Mathematically, what they are doing is first factoring $$X = QR = \begin{bmatrix}Q_1 & Q_2\end{bmatrix}\begin{bmatrix}R_1 \\ 0\end{bmatrix}$$ where $$Q$$ is orthonormal, and $$R_1$$ is square and upper triangular. Then the SVD only needs to be performed on the smaller matrix $$R_1$$: $$R_1 = U' \Sigma' V'^T$$ from which they recover the SVD of $$X$$ as follows: $$X = U \Sigma V^T = \begin{bmatrix}Q_1 U' & Q_2\end{bmatrix} \begin{bmatrix}\Sigma' \\ 0\end{bmatrix} V'^T.$$ The diagonal behavior you are seeing is in the matrix $$Q_2$$.

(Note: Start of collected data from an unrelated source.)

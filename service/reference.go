package service

import (
	"bytes"
	"crypto/sha256"
	_ "embed"
	"encoding/hex"
	"encoding/json"
	"net/http"
	"time"

	"soffit.example/bars"
	"soffit.example/service/internal/wire"
	"soffit.example/units"
)

// openAPI is the description of the door, generated from the wire types.
//
//go:embed openapi.json
var openAPI []byte

// document is a reply that does not depend on the request.
type document struct {
	media  string
	policy string // Content-Security-Policy, if not that of all replies
	etag   string
	body   []byte
}

func newDocument(media string, body []byte) *document {
	sum := sha256.Sum256(body)
	return &document{media: media, etag: `"` + hex.EncodeToString(sum[:16]) + `"`, body: body}
}

// serve answers with the document, or with 304 to who has it already.
func (d *document) serve(w http.ResponseWriter, r *http.Request) error {
	h := w.Header()
	h.Set("Content-Type", d.media)
	h.Set("ETag", d.etag)
	h.Set("Cache-Control", "no-cache") // may be kept, and is asked for again by its tag
	if d.policy != "" {
		h.Set("Content-Security-Policy", d.policy)
	}
	http.ServeContent(w, r, "", time.Time{}, bytes.NewReader(d.body))
	return nil
}

// publish makes the documents, by path.
func (s *Service) publish() (map[string]*document, error) {
	docs := map[string]*document{
		"/openapi.json": newDocument("application/json", openAPI),
	}
	add := func(path string, v any) error {
		data, err := encode(v)
		docs[path] = newDocument("application/json", data)
		return err
	}
	var list wire.Catalogs
	for _, c := range bars.Catalogs() {
		list.Catalogs = append(list.Catalogs, wire.CatalogLine{ID: c.ID(), Title: c.Title(), Sizes: sizeNames(c)})
		if err := add(catalogRoot+c.ID(), catalogOf(c)); err != nil {
			return nil, err
		}
	}
	if err := add("/v1/bars", list); err != nil {
		return nil, err
	}
	if err := add("/v1/codes", s.codeList()); err != nil {
		return nil, err
	}
	if err := add("/v1/units", unitList()); err != nil {
		return nil, err
	}
	page, err := s.page()
	if err != nil {
		return nil, err
	}
	docs["/"] = page
	return docs, nil
}

// catalogRoot is the path of the bar catalogs, each by its id.
const catalogRoot = "/v1/bars/"

// catalog answers GET /v1/bars/{catalog}.
func (s *Service) catalog(w http.ResponseWriter, r *http.Request) error {
	id := r.PathValue("catalog")
	if d, ok := s.documents[catalogRoot+id]; ok {
		return d.serve(w, r)
	}
	return &problem{kind: notFound, detail: unknownName("", "catalog", clip(id), catalogIDs()).Detail}
}

func catalogIDs() []string {
	var ids []string
	for _, c := range bars.Catalogs() {
		ids = append(ids, c.ID())
	}
	return ids
}

func catalogOf(c bars.Catalog) wire.Catalog {
	w := wire.Catalog{
		ID: c.ID(), Title: c.Title(), Sources: orEmpty(c.Sources()), Provenance: c.Provenance(),
		Sizes: make([]wire.Size, c.Len()), Grades: []wire.Grade{},
	}
	for i, s := range c.Sizes() {
		size := wire.Size{
			Name: s.Name, Diameter: asPrinted(s.PrintedDiameter()), Area: asPrinted(s.PrintedArea()), Mass: asPrinted(s.PrintedMass()),
			Bends: []wire.BendOf{},
		}
		if p := s.PrintedOverall(); p.Text != "" {
			m := asPrinted(p)
			size.Overall = &m
		}
		for _, use := range []struct {
			name string
			use  bars.Use
		}{{"main", bars.Main}, {"stirrup", bars.Stirrup}} {
			if b, err := s.Bend(use.use); err == nil {
				inside := units.SI.ExpressIn(b.Inside.Amount(), s.PrintedDiameter().Unit)
				size.Bends = append(size.Bends, wire.BendOf{Use: use.name, Inside: inside, Source: b.Source})
			}
		}
		w.Sizes[i] = size
	}
	for _, g := range c.Grades() {
		first, last := g.Range()
		w.Grades = append(w.Grades, wire.Grade{Name: g.Name, Yield: asPrinted(g.Printed()), From: first.Name, To: last.Name, Source: g.Source})
	}
	return w
}

// asPrinted keeps the number of a standard to its last digit.
func asPrinted(p bars.Printed) units.Measure {
	return units.Measure{Number: json.Number(p.Value.String()), Unit: p.Unit}
}

func (s *Service) codeList() wire.Codes {
	var w wire.Codes
	for _, c := range s.codes {
		e := c.Edition()
		w.Codes = append(w.Codes, wire.Code{ID: e.ID, Title: e.Title, Year: e.Year, ReportIn: e.System, Scope: orEmpty(e.Scope), Cautions: orEmpty(c.Cautions())})
	}
	return w
}

func unitList() wire.Units {
	var w wire.Units
	var current *wire.Dimension
	for _, row := range units.Table() {
		if name := row.Dimension.String(); current == nil || current.Name != name {
			w.Dimensions = append(w.Dimensions, wire.Dimension{
				Name:   name,
				Prints: wire.Prints{SI: units.SI.Unit(row.Dimension), US: units.US.Unit(row.Dimension)},
			})
			current = &w.Dimensions[len(w.Dimensions)-1]
		}
		current.Units = append(current.Units, wire.Unit{Symbol: row.Symbol, Name: row.Name, Aliases: orEmpty(row.Aliases), Factor: row.Factor, UCUM: row.UCUM})
	}
	return w
}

The QR routine used is dgeqrf, which does QR via Householder reflectors. This works as follows. First, define $$u := x - \text{sign}(x_0)||x||e_1, \qquad v := u / ||u||, \qquad Q^{(1)} := I - 2 v v^T$$ where $$x$$ is the first column of $$X$$, $$\text{sign}(x_0)$$ is the sign of the first entry of $$x$$, and $$e_1=(1,0,0,\dots,0)$$. Then the action of $$Q^{(1)}$$ zeros out the first column of $$X$$: $$Q^{(1)} X = \begin{bmatrix}||x|| & \text{stuff} \\ 0 & X'\end{bmatrix}.$$ Because of how $$Q^{(1)}$$ is constructed from $$x$$, the first column and row of $$Q^{(1)}$$ will be a normalized version of $$x$$, while the rest of the matrix $$Q$$ will be the identity plus the outer product of a random vector with itself. In other words, a perturbation of the identity by small noise. Here is some code and a picture for a small example:

N = 10
x = np.random.randn(N)
e0 = np.zeros(N)
e0[0] = 1.0
a = -np.sign(x[0]) * np.linalg.norm(x)
u = x - a * e0
v = u / np.linalg.norm(u)
Q = np.eye(N) - 2.0 * np.outer(v, v)
plt.matshow(Q)


The process then repeats on the smaller matrix $$X'$$, and so on, until $$X$$ has been transformed into $$R = Q^{(k)} Q^{(k-1)} \dots Q^{(1)} X$$ by actions of a sequence of orthogonal matrices of the form $$Q^{(i)} = \begin{bmatrix}I & 0 \\ 0 & I - 2 v v^T\end{bmatrix}.$$ Here the $$v$$ is the analogous vector for the smaller submatrix that is being worked on in the ith step. By multiplying these matrices together to form $$Q = Q^{(k)} Q^{(k-1)} \dots Q^{(1)}$$, we end up simply adding random noise repeatedly to the identity in the bottom right submatrix, which yields the diagonal behavior observed.